If the 2' cant. is scabbed on then I can see why not. If the cant. is a projection of the floor joists and is continuous across the top of the foundation wall, under the house, then it should be fine, no?


----------



## AtlanticWBConst. (May 12, 2006)

Brik said:


> To the guys that say NO to attaching to the cantilever. Doesn't it depend on how it was built?
> 
> If the 2' cant. is scabbed on then I can see why not. If the cant. is a projection of the floor joists and is continuous across the top of the foundation wall, under the house, then it should be fine, no?


Good Question Brick. 

Here is a comment off this website regarding the same deck attachment question:

http://www.vadeck.com/page9.htm

*Question: *_"Any problem attaching my deck to a cantilevered (overhang) portion of my house?"_ 
*Answer: Don't do it. Most local building codes prevent this practice. The reason is because many folks will attach the deck band to the house band which has only been NAILED into the house joists. Therefore half of the weight of their deck is supported by the shear strength of a few nails! Be safe and run an extra beam under the deck at the area where it attaches to the house. Or, you can remove the existing house band, and run your deck floor joists back until they rest on the house foundation wall. (Always be sure to flash your deck to prevent water from gaining access to your house.) Or, step your deck down and attach the deck band to the house wall (normally concrete). *

Same question asked on the ICC bulletin board:

http://www.iccsafe.org/cgi-bin/ultimatebb.cgi?ubb=get_topic;f=10;t=001678


----------



## robertcdf (Nov 12, 2005)

You can attach to the cantilever ONLY if it is engineered. In other words if they attached INVERTED hangers to the rimboard so that the weight of the rim (and new deck) are supported by the joists no just the shear of the nails.
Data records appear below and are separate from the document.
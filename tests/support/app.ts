import type { Express } from 'express'
import supertest from 'supertest'
import { createApp } from '#server/app.ts'
import { createHospital } from '#server/catalogue/hospital.service.ts'
import { movableClock } from '#server/clock.ts'
import { inTransaction } from '#server/db/transaction.ts'
import type { RegisteredRoute } from '#server/http/endpoint.ts'
import { jobHandlers } from '#server/jobs/handlers.ts'
import { drainJobs } from '#server/jobs/jobs.service.ts'
import { createUser } from '#server/people/people.service.ts'
import type { Hospital } from '#shared/contracts/hospital.ts'
import type { Role } from '#shared/contracts/contract.ts'
import { createTestDatabase, type TestDatabase } from './database.ts'

export const password = 'a long enough one'

/** Monday, mid-morning, in the hospital's winter time. */
export const startMoment = new Date('2026-11-02T09:30:00.000Z')

export const testHospital: Hospital = {
  name: 'Tallowmere General',
  timeZone: 'Europe/London',
  binWord: 'bin',
  currency: 'GBP',
  levels: { V: 0.995, E: 0.98, D: 0.95 },
  floor: 0.9,
  ceiling: 0.999,
  twoPersons: false,
  vitalPolicyText: 'Follow the supply policy of Tallowmere General.',
  vitalPolicyLink: 'https://intranet.tallowmere.example/supply-policy',
  resupplyPhone: '2210',
  orderingCost: 0,
  holdingRatePerYear: 0.2,
  calendarId: null,
  pooling: true,
  demo: false,
}

export type Agent = ReturnType<typeof supertest.agent>

/** The calls every test makes: marker header on writes, cookies kept. */
export interface Caller {
  get(path: string): supertest.Test
  post(path: string, body?: unknown): supertest.Test
  patch(path: string, body: unknown): supertest.Test
  delete(path: string): supertest.Test
  userId: string
}

export interface TestApp {
  database: TestDatabase
  clock: ReturnType<typeof movableClock>
  app: Express
  routes: RegisteredRoute[]
  people: Record<Role, string>
  anyone: Caller
  as(role: Role): Promise<Caller>
  signedIn(account: string, password?: string): Promise<Caller>
  runJobs(): Promise<number>
  close(): Promise<void>
}

function callerOf(agent: Agent, userId: string): Caller {
  const at = (path: string): string =>
    path.startsWith('/healthz') || path.startsWith('/readyz') ? path : `/api/v1${path}`
  return {
    userId,
    get: (path) => agent.get(at(path)),
    post: (path, body) => {
      const call = agent.post(at(path)).set('X-Brimline', '1')
      return body === undefined ? call : call.send(body as object)
    },
    patch: (path, body) =>
      agent
        .patch(at(path))
        .set('X-Brimline', '1')
        .send(body as object),
    delete: (path) => agent.delete(at(path)).set('X-Brimline', '1'),
  }
}

/** The real app on a database of its own, with one person per role who may enter every room. */
export async function startTestApp(): Promise<TestApp> {
  const database = await createTestDatabase()
  const clock = movableClock(startMoment)
  const { app, routes } = createApp({
    db: database.db,
    clock,
    dataDir: '.tmp',
    clientDir: null,
    sessionSecrets: ['a secret for tests'],
    publicUrl: null,
    trustProxy: null,
    logLevel: 'silent',
  })
  const people = await inTransaction(database.db, async (tx) => {
    await createHospital(tx, clock, testHospital)
    const ids = {} as Record<Role, string>
    for (const role of ['nurse', 'coordinator', 'reviewer', 'administrator'] as const) {
      const fields = {
        name: `Test ${role}`,
        email: `${role}@tallowmere.example`,
        staffCode: `T-${role}`,
        role,
        roomIds: null,
        password,
      }
      ids[role] = (await createUser(tx, clock, null, fields)).id
    }
    return ids
  })
  const signedIn = async (account: string, secret = password): Promise<Caller> => {
    const agent = supertest.agent(app)
    const by = account.includes('@') ? { email: account } : { staffCode: account }
    const reply = await agent
      .post('/api/v1/session')
      .set('X-Brimline', '1')
      .send({ ...by, password: secret })
    if (reply.status !== 201) throw new Error(`sign-in failed: ${reply.status} ${reply.text}`)
    return callerOf(agent, (reply.body as { user: { id: string } }).user.id)
  }
  const callers = new Map<Role, Caller>()
  return {
    database,
    clock,
    app,
    routes,
    people,
    anyone: callerOf(supertest.agent(app), ''),
    async as(role) {
      const known = callers.get(role)
      // The clock of a test may have run past the session.
      if (known && ((await known.get('/session')).body as { user: unknown }).user) return known
      const caller = await signedIn(`${role}@tallowmere.example`)
      callers.set(role, caller)
      return caller
    },
    signedIn,
    runJobs: () => drainJobs(database.db, clock, jobHandlers(database.db, clock)),
    close: () => database.drop(),
  }
}
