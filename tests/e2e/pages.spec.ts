import AxeBuilder from '@axe-core/playwright'
import { expect, test, type Page } from '@playwright/test'
import { desk, launch, pageOf, phone, recordAs, signIn } from './support.ts'

/** What each role can open, by a path made from real ids. */
async function pathsOf(): Promise<Record<string, string[]>> {
  const record = await recordAs('coordinator')
  const room = (await record.rooms()).find((r) => r.code === 'ALD-1')!
  const bin = (await record.bins(`roomId=${room.id}`)).find((b) => b.item?.ved === 'V' && b.lastCount)!
  const { items: orders } = (await (await record.api.get('/api/v1/orders?pageSize=100')).json()) as {
    items: { id: string; state: string }[]
  }
  const order = orders.find((o) => o.state === 'draft') ?? orders[0]!
  const { items: calendars } = (await (await record.api.get('/api/v1/calendars')).json()) as { items: { id: string }[] }
  const { items: changes } = (await (await record.api.get('/api/v1/planned-changes?show=all')).json()) as {
    items: { id: string }[]
  }
  await record.api.dispose()
  return {
    nurse: [
      '/',
      '/count',
      `/count/room/${room.id}`,
      '/count/entries',
      '/rooms',
      `/rooms/${room.id}`,
      `/bins/${bin.id}`,
      '/me',
    ],
    coordinator: [
      '/',
      '/restock',
      '/restock/orders',
      `/restock/orders/${order.id}`,
      `/bins/${bin.id}`,
      '/hospital/items',
      `/hospital/items/${bin.itemId}`,
      '/hospital/bins/new',
      '/hospital/suppliers',
      '/hospital/calendars',
      '/hospital/calendars/new',
      ...calendars.slice(0, 1).map((calendar) => `/hospital/calendars/${calendar.id}`),
      '/planned-changes',
      '/planned-changes/new',
      ...changes.slice(0, 1).map((change) => `/planned-changes/${change.id}`),
      '/restock/holiday',
    ],
    reviewer: ['/', '/review', `/review/${bin.id}`, `/rooms/${room.id}`, '/planned-changes'],
    admin: ['/', '/hospital/people', '/hospital/settings', '/hospital/people/new'],
  }
}

/** Nothing on a page may run wider than the screen. */
const overflow = (page: Page): Promise<number> =>
  page.evaluate(() => document.documentElement.scrollWidth - document.documentElement.clientWidth)

async function look(page: Page, path: string): Promise<void> {
  await page.goto(path)
  await expect(page.getByRole('heading').first()).toBeVisible()
  await expect(page.getByText(/Loading/)).toHaveCount(0)
  const found = await new AxeBuilder({ page }).withTags(['wcag2a', 'wcag2aa', 'wcag21aa', 'wcag22aa']).analyze()
  const said = found.violations.map(
    (v) =>
      `${v.id}: ${v.nodes
        .slice(0, 3)
        .map((n) => n.target.join(' '))
        .join(' | ')}`,
  )
  expect(said, path).toEqual([])
  expect(await overflow(page), `${path} is wider than the screen`).toBeLessThanOrEqual(0)
}

const settings = [
  { name: 'phone, day', viewport: phone, dark: false },
  { name: 'desktop, night', viewport: desk, dark: true },
]

for (const setting of settings) {
  test(`every page can be read and used: ${setting.name}`, async () => {
    // Some thirty pages, each looked through for faults of access.
    test.setTimeout(300_000)
    for (const [role, paths] of Object.entries(await pathsOf())) {
      const context = await launch(setting)
      const page = pageOf(context)
      const complaints: string[] = []
      page.on('pageerror', (error) => complaints.push(`${page.url()}: ${error.message}`))
      page.on('console', (message) => {
        if (message.type() === 'error') complaints.push(`${page.url()}: ${message.text()}`)
      })
      await signIn(page, role)
      for (const path of paths) await look(page, path)
      expect(complaints, role).toEqual([])
      await context.close()
    }
  })
}

test('the pages of a shift fit 320 pixels', async () => {
  const context = await launch({ viewport: { width: 320, height: 640 } })
  const page = pageOf(context)
  await signIn(page, 'nurse')
  const { nurse } = await pathsOf()
  for (const path of nurse!) {
    await page.goto(path)
    await expect(page.getByRole('heading').first()).toBeVisible()
    expect(await overflow(page), path).toBeLessThanOrEqual(0)
  }
  await context.close()
})

test('refusals are said where they belong', async () => {
  const context = await launch()
  const page = pageOf(context)
  await page.goto('/sign-in')
  await page.getByLabel('E-mail or staff code').fill('nurse@tallowmere.example')
  await page.getByLabel('Password', { exact: true }).fill('not the password')
  await page.getByRole('button', { name: 'Sign in' }).click()
  await expect(page.getByRole('alert')).toContainText('do not match')
  await signIn(page, 'nurse')
  await page.goto('/restock')
  await expect(page.getByRole('heading').first()).toBeVisible()
  await expect(page.getByRole('table')).toHaveCount(0)
  await page.goto('/bins/999999')
  await expect(page.getByText(/not found|no such/i).first()).toBeVisible()
  await context.close()
})
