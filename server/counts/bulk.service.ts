import type { Operation } from '#shared/contracts/counts.ts'
import { fold } from '#shared/ledger/fold.ts'
import { operationFlags } from '#shared/ledger/flags.ts'
import { audit } from '../audit/audit.service.ts'
import type { Db, Tx } from '../db/client.ts'
import { groupBy } from './bin-view.service.ts'
import { payloadHash } from './canonical.ts'
import {
  closeRecounts,
  insertMovements,
  insertOperations,
  insertRecount,
  listLedger,
  lockLevels,
  seenDevice,
  type NewMovement,
} from './counts.repository.ts'
import { movementRows } from './counts.service.ts'
import { refold, toLedgerRow, touchBins } from './levels.service.ts'
import type { End } from './judge.ts'

/** One entry as it was received and judged, for those who bring in many at once. */
export interface BulkEntry {
  operation: Operation
  userId: number
  deviceId: string
  appVersion: string
  end: End
  other: End | null
  receivedAt: Date
  effectiveAt: Date
}

/**
 * Writes many entries as if each had been received on its own: operations, ledger, flags, recounts and audit; levels
 * are folded once for each bin, and room versions rise once. Policies are the caller's to look at.
 *
 * Withdrawals are not taken: nothing that comes in bulk takes anything back.
 *
 * @param entries in the order in which they were received
 */
export async function recordInBulk(tx: Tx, now: Date, entries: readonly BulkEntry[]): Promise<void> {
  if (entries.length === 0) return
  const ends = entries.flatMap((e) => (e.other ? [e.end, e.other] : [e.end]))
  const binIds = [...new Set(ends.map((e) => e.binId))].sort((a, b) => a - b)
  await lockLevels(tx, binIds)
  const written = entries.map((entry) => ({ entry, rows: rowsOf(entry), flags: [] as string[] }))
  await flagAll(tx, written)
  await insertOperations(
    tx,
    written.map(({ entry, flags }) => ({
      opId: entry.operation.opId,
      payloadHash: payloadHash(entry.operation),
      type: entry.operation.type,
      version: entry.operation.v,
      payload: entry.operation,
      binId: entry.end.binId,
      userId: entry.userId,
      deviceId: entry.deviceId,
      localSeq: entry.operation.localSeq,
      appVersion: entry.appVersion,
      receivedAt: entry.receivedAt,
      effectiveAt: entry.effectiveAt,
      flags,
    })),
  )
  await insertMovements(
    tx,
    written.flatMap((w) => w.rows),
  )
  await askAgain(tx, written)
  await audit(
    tx,
    ...entries.map((entry) => ({
      at: entry.receivedAt,
      userId: entry.userId,
      action: entry.operation.type,
      subject: 'bin',
      subjectId: entry.end.binId,
      after: { opId: entry.operation.opId },
    })),
  )
  for (const binId of binIds) await refold(tx, now, binId)
  await touchBins(tx, now, binIds, null)
}

interface Written {
  entry: BulkEntry
  rows: NewMovement[]
  flags: string[]
}

function rowsOf(entry: BulkEntry): NewMovement[] {
  const { operation, end, other, effectiveAt } = entry
  const judged = {
    operation,
    end,
    other,
    effectiveAt,
    statedAt: effectiveAt,
    flags: [],
    targetEnds: ['bin' as const],
    attention: null,
  }
  return movementRows(judged, { now: entry.receivedAt, userId: entry.userId, deviceId: entry.deviceId })
}

/** A flag looks at its neighbours in time; the fold over this many rows before and a count to stand on is enough. */
const neighbours = 24

type FoldRow = ReturnType<typeof toLedgerRow>

/** Each entry is flagged by the ledger as it was when it was received. */
async function flagAll(tx: Tx, written: Written[]): Promise<void> {
  for (const [binId, own] of groupBy(written, (w) => w.entry.end.binId)) {
    const ledgers = new Map<number, FoldRow[]>()
    for (const { entry, rows, flags } of own) {
      const { assignmentId, packSize } = entry.end
      const ledger = ledgers.get(assignmentId) ?? (await listLedger(tx, binId, assignmentId)).map(toLedgerRow)
      ledgers.set(assignmentId, ledger)
      for (const row of rows) if (row.binId === binId) add(ledger, row)
      flags.push(...operationFlags(fold(recent(ledger)), entry.operation.opId, packSize))
      for (const row of rows) row.flags = flags
    }
  }
}

/** Keeps the ledger in effective order; entries come nearly in that order, so the place is near the end. */
function add(ledger: FoldRow[], row: NewMovement): void {
  const fresh = toLedgerRow({ ...row, targetOpId: row.targetOpId ?? null, flags: [] })
  let at = ledger.length
  while (at > 0 && ledger[at - 1]!.effectiveAt > fresh.effectiveAt) at -= 1
  ledger.splice(at, 0, fresh)
}

function recent(ledger: FoldRow[]): FoldRow[] {
  let start = Math.max(0, ledger.length - neighbours)
  while (start > 0 && (ledger[start]!.type !== 'count' || ledger[start]!.targetOpId !== null)) start -= 1
  return ledger.slice(start)
}

/** Two counts that disagree ask for a third; a later count of the bin settles it. */
async function askAgain(tx: Tx, written: readonly Written[]): Promise<void> {
  for (const [i, { entry, flags }] of written.entries()) {
    if (entry.operation.type !== 'count' || !flags.includes('count-differs')) continue
    const { binId } = entry.end
    const { opId } = entry.operation
    await insertRecount(tx, { binId, opId, cause: 'count-differs', createdAt: entry.receivedAt })
    const settles = written.slice(i + 1).find((w) => w.entry.end.binId === binId && w.entry.operation.type === 'count')
    if (settles) await closeRecounts(tx, binId, settles.entry.operation.opId, settles.entry.receivedAt)
  }
}

/** Writes devices down with their first and last day. */
export async function seenDevices(
  db: Db,
  devices: readonly { deviceId: string; appVersion: string; first: Date; last: Date }[],
): Promise<void> {
  for (const device of devices) {
    await seenDevice(db, device.deviceId, device.appVersion, device.first)
    await seenDevice(db, device.deviceId, device.appVersion, device.last)
  }
}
BTW MOST cantilevers are NOT engineered because it would cost the builder a few more bucks in hangers.


----------



## mike6x7 (Mar 28, 2009)

I'm doing pretty much the same project, but smaller deck. When you say a free standing deck, should it be completly unattached from the house, or Can I have the deck completely self -supported and still nailed to base of cantilever on house? My plan is to install french doors in the place of the master bedroom window and would rather not jump to the deck


----------



## 12penny (Nov 21, 2008)

AtlanticWBConst. said:


> That's a large deck. Do all your homework on how to properly support it. As mentioned already, don't attach to the cantilevered portion of your home.
> 
> Tip: when using all PT material, I usually encourage the home owner to consider 2x8's on the flat as a railing cap. This allows a large surface area to place food and drinks on when you are entertaining.
> 
> Example:


 Atlantic...I built them like that for a while also. Last year, at final inspection time, one of my decks didnt pass because the handrail on the stairs needs to be "gripable". Idea is that older people and small kids cant grip such a big rail if they begin to fall. I added a seperate rail along side for people to grab onto. Any experience along that line.


----------



## Ron6519 (Mar 28, 2007)

mike6x7 said:


> I'm doing pretty much the same project, but smaller deck. When you say a free standing deck, should it be completly unattached from the house, or Can I have the deck completely self -supported and still nailed to base of cantilever on house? My plan is to install french doors in the place of the master bedroom window and would rather not jump to the deck


Just because it's not attached to the house doesn't mean it's far away from the house. You leave a 1/2" gap between the deck and house and you overhang the decking material so the gap by the house matches the gap in the deck boards.
Ron


----------



## rtoni (Jul 18, 2007)

robertcdf said:


> You can attach to the cantilever ONLY if it is engineered. In other words if they attached INVERTED hangers to the rimboard so that the weight of the rim (and new deck) are supported by the joists no just the shear of the nails.
> 
> BTW MOST cantilevers are NOT engineered because it would cost the builder a few more bucks in hangers.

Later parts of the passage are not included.